Discharge/Analysis/Description

Temporal evolution of a typical discharge of the CASTOR tokamak is shown in figure [main-param]. Before discharge, the vacuum vessel is evacuated down to the pressure of \(10^{-4}\) Pa and filled by working gas (hydrogen). After that, the power supplies are connected to the toroidal magnetic field coils. Since now, the toroidal magnetic field \(B_{tor}\) starts increasing (detailed behaviour is described in appendix [ch_appendix_Btor]). When \(B_{tor}\) reaches the range of 0.8 – 1 T (which is usually 10 – 25 ms after switching it on), the primary transformer winding is automatically connected to its power supplies (capacitor banks) and the toroidal electric field \(E_{tor}\) is induced within the vacuum vessel. The \(B_{tor}\) is measured by an open loop fixed at the top of the vessel. The measured voltage is termed a loop voltage \(U_{loop}\), its temporal evolution is shown in the second panel of figure [main-param]. The \(E_{tor}=U_{loop}/2\pi R\) starts to accelerate free electrons, which are produced by an electron gun placed in the limiter shadow. Some free electrons are always present due to the cosmic radiation,

but their amount is not sufficient for a fast and reproducible breakdown (the moment of ignition of the discharge). After breakdown, the electron density \(n_e\) increases exponentially, as shown in figure [main-param], right bottom panel. After \(\sim1\) ms from breakdown, the working gas is completely ionized. Simultaneously, the plasma current \(I_{pl}\) increases to the rate of \(2~\rm{MA}/\rm{s}\), which is determined by the primary circuit parameters. The slope \(dI_{pl}/d{\rm t}\) has to be kept relatively low to negate the skin effect, which could drive the current only on the surface of the plasma column. In this case, the radial profile of plasma current and plasma current density gets a hollow shape, plasma gets unstable and consequently disrupts.

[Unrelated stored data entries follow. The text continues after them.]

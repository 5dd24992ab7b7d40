package weighhouse.rules.pattern;

import weighhouse.formula.BinaryOp;
import weighhouse.formula.Expr;
import weighhouse.formula.Trees;

/** Writes a rule's correction with the operands in place of its metavariables. */
final class Filling {
  private Filling() {}

  static Expr fill(Expr correction, Reading reading) {
    Expr filled = Trees.replaceAll(correction, node -> operand(node, reading));
    return Trees.map(filled, Filling::simpler);
  }

  private static Expr operand(Expr node, Reading reading) {
    if (!(node instanceof Expr.NameRef name)) {
      return null;
    }
    String metavariable = CyclesOf.metavariable(name.name());
    if (!reading.binds(metavariable)) {
      return null;
    }
    Bound bound = reading.bound(metavariable);
    return CyclesOf.isOne(name.name())
        ? CyclesOf.expression(bound, reading.view())
        : bound.operand();
  }

  /** {@code 1-(1-x)} is x, {@code (x)} needs no parentheses where x is one reference or call. */
  private static Expr simpler(Expr node) {
    if (node instanceof Expr.Paren paren && isOneWord(paren.inner())) {
      return paren.inner();
    }
    Expr inner = complement(node);
    Expr innermost = inner == null ? null : complement(Trees.inside(inner));
    return innermost == null ? node : innermost;
  }

  private static boolean isOneWord(Expr node) {
    return node instanceof Expr.Call || Trees.children(node).isEmpty();
  }

  /** What is subtracted from 1; null of anything else. */
  private static Expr complement(Expr node) {
    boolean complement =
        node instanceof Expr.Binary binary
            && binary.op() == BinaryOp.SUBTRACT
            && binary.left() instanceof Expr.Num number
            && number.value() == 1;
    return complement ? ((Expr.Binary) node).right() : null;
  }
}
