package weighhouse.rules.pattern;

import weighhouse.formula.Expr;
import weighhouse.formula.Trees;

/**
 * The operand is one number for the whole model, every reference in it being absolute or a name; or
 * else it is not.
 *
 * @param wanted whether it has to be
 */
public record FixedCondition(boolean wanted) implements Condition {
  @Override
  public boolean holds(Bound bound, Situation situation) {
    return wanted != Trees.contains(bound.operand(), FixedCondition::slides);
  }

  private static boolean slides(Expr node) {
    return node instanceof Expr.CellRef cell
        && !(cell.row().absolute() && cell.column().absolute());
  }
}
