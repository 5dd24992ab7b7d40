package weighhouse.rules.pattern;

import java.util.ArrayList;
import java.util.Collections;
import java.util.EnumSet;
import java.util.HashMap;
import java.util.IdentityHashMap;
import java.util.List;
import java.util.Map;
import java.util.Set;
import weighhouse.formula.Expr;
import weighhouse.formula.Trees;
import weighhouse.quantity.Kind;
import weighhouse.quantity.Quantity;
import weighhouse.rules.term.Term;
import weighhouse.rules.term.Terms;
import weighhouse.rules.term.Translator;
import weighhouse.workbook.CellAddress;

/** One cell's formula: its tree, the term of every node, and what each term means. */
public final class FormulaView {
  private static final Set<Kind> EVENTS =
      EnumSet.of(Kind.PROBABILITY, Kind.RATE, Kind.CUMULATIVE_HAZARD, Kind.SURVIVAL, Kind.ODDS);

  private final Expr tree;
  private final CellAddress host;
  private final ModelScope scope;
  private final Terms terms = new Terms();
  private final Translator translator;
  private final List<Expr> nodes;
  private final IdentityHashMap<Expr, Expr> parents = new IdentityHashMap<>();
  private final Map<Term, Expr> own = new HashMap<>();
  private final Map<Term, Quantity> quantities = new HashMap<>();
  private final FadedRatios fadedRatios = new FadedRatios(this);

  public FormulaView(Expr tree, CellAddress host, ModelScope scope) {
    this.tree = tree;
    this.host = host;
    this.scope = scope;
    this.translator = new Translator(terms, scope);
    translator.translate(tree, host);
    this.nodes = new ArrayList<>(Trees.walk(tree));
    Collections.reverse(nodes);
    for (Expr node : nodes) {
      Trees.children(node).forEach(child -> parents.put(child, node));
      if (translator.recorded().containsKey(node)) {
        own.putIfAbsent(term(node), node);
      }
    }
  }

  public Expr tree() {
    return tree;
  }

  public CellAddress host() {
    return host;
  }

  public ModelScope scope() {
    return scope;
  }

  Terms terms() {
    return terms;
  }

  /** All nodes of the tree, parts before wholes. */
  List<Expr> nodes() {
    return nodes;
  }

  /** The term of a node; null of nodes inside what is not looked into. */
  Term term(Expr node) {
    return translator.recorded().get(node);
  }

  /** The node that a node is a part of; null of the tree itself. */
  Expr parent(Expr node) {
    return parents.get(node);
  }

  /**
   * The term of the whole formula if some nodes stood for other terms; all nodes on the way too.
   */
  IdentityHashMap<Expr, Term> with(IdentityHashMap<Expr, Term> given) {
    Translator again = new Translator(terms, scope, given);
    again.translate(tree, host);
    return again.recorded();
  }

  /** The terms that were read somewhere in the formula or in its helpers. */
  Iterable<Term> readTerms() {
    return translator.origins().keySet();
  }

  /** Whether the formula itself spells the term out, rather than one of its helpers. */
  boolean spells(Term term) {
    return own.containsKey(term);
  }

  /** The term as an expression for the host. */
  Expr expression(Term term) {
    Expr spelt = own.get(term);
    if (spelt != null) {
      return Trees.inside(spelt);
    }
    Translator.Origin origin = translator.origins().get(term);
    Expr inside = Trees.inside(origin.expression());
    return Moving.move(inside, origin.host(), host, scope.workbook());
  }

  /** Whether a term says how often something happens, whichever way. */
  boolean isEvent(Term term) {
    return EVENTS.contains(quantity(term).kind());
  }

  /** What a term means. */
  Quantity quantity(Term term) {
    Quantity known = quantities.get(term);
    if (known == null) {
      Translator.Origin origin = translator.origins().get(term);
      known =
          origin == null
              ? Quantity.UNKNOWN
              : scope.quantities().of(origin.expression(), origin.host());
      quantities.put(term, known);
      known = fadedRatios.orElse(term, known);
      quantities.put(term, known);
    }
    return known;
  }
}
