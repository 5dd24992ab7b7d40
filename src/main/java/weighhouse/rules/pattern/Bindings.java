package weighhouse.rules.pattern;

import java.util.ArrayList;
import java.util.LinkedHashMap;
import java.util.List;
import java.util.Map;
import java.util.function.Consumer;

/** All ways in which a pattern's metavariables can stand for parts of one formula. */
final class Bindings {
  /** Formulas with more operands of the right kinds than this are totals, not steps of a model. */
  private static final int MOST = 600;

  private final List<String> names;
  private final List<List<Bound>> candidates = new ArrayList<>();
  private int tried;

  Bindings(TypedPattern typed, FormulaView view) {
    this.names = typed.pattern().variables();
    Candidates source = new Candidates(view);
    for (String name : names) {
      List<Bound> bounds = source.of(typed.where().get(name));
      candidates.add(bounds);
      if (bounds.isEmpty()) {
        break;
      }
    }
  }

  void forEach(Consumer<Map<String, Bound>> action) {
    if (candidates.size() == names.size()) {
      extend(0, new LinkedHashMap<>(), action);
    }
  }

  private void extend(int index, Map<String, Bound> bound, Consumer<Map<String, Bound>> action) {
    if (index == names.size()) {
      if (tried++ < MOST) {
        action.accept(new LinkedHashMap<>(bound));
      }
      return;
    }
    for (Bound next : candidates.get(index)) {
      if (bound.values().stream().noneMatch(other -> overlap(other, next))) {
        bound.put(names.get(index), next);
        extend(index + 1, bound, action);
        bound.remove(names.get(index));
      }
    }
  }

  private static boolean overlap(Bound a, Bound b) {
    return a.term().contains(b.term()) || b.term().contains(a.term());
  }
}
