package weighhouse.rules.pattern;

import weighhouse.formula.Trees;

/** The operand is one reference or name, not a calculation. */
public record PlainCondition() implements Condition {
  @Override
  public boolean holds(Bound bound, Situation situation) {
    return Trees.children(bound.operand()).isEmpty();
  }
}
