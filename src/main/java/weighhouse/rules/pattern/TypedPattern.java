package weighhouse.rules.pattern;

import java.util.List;
import java.util.Map;
import java.util.Set;
import weighhouse.formula.Expr;
import weighhouse.quantity.Kind;

/**
 * A pattern with what its metavariables may stand for.
 *
 * @param pattern the function looked for
 * @param where its metavariables by name
 * @param cell what the host cell must be; null for any. A pattern that speaks of its cell must be
 *     the whole formula
 * @param unless functions of the same operands that excuse it where any part of the formula is one
 * @param beside kinds of which no further factor may be
 * @param correction what should stand instead, null where the rule cannot tell
 * @param level severity of its matches; null for the rule's own
 */
public record TypedPattern(
    Pattern pattern,
    Map<String, Metavariable> where,
    Metavariable cell,
    List<Pattern> unless,
    Set<Kind> beside,
    Expr correction,
    String level) {}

After the plasma current reaches values of \(\sim10\) kA, it tends to remain constant for the next \(20-30\) ms. During this quasistationary phase of discharge, the loop voltage is \(2-3\) V, as shown in figure [main-param]. It is interesting to realize that the plasma current in the range of 10 kA is driven by toroidal electric field \(1~\rm{V}/\rm{m}\) only. The quasistationary phase is exploited for physical measurements. After the \(20-30\) ms, the primary winding of the transformer is set to be short circuited. The plasma current exponentially decays. This is called a soft termination of discharge or a “soft landing".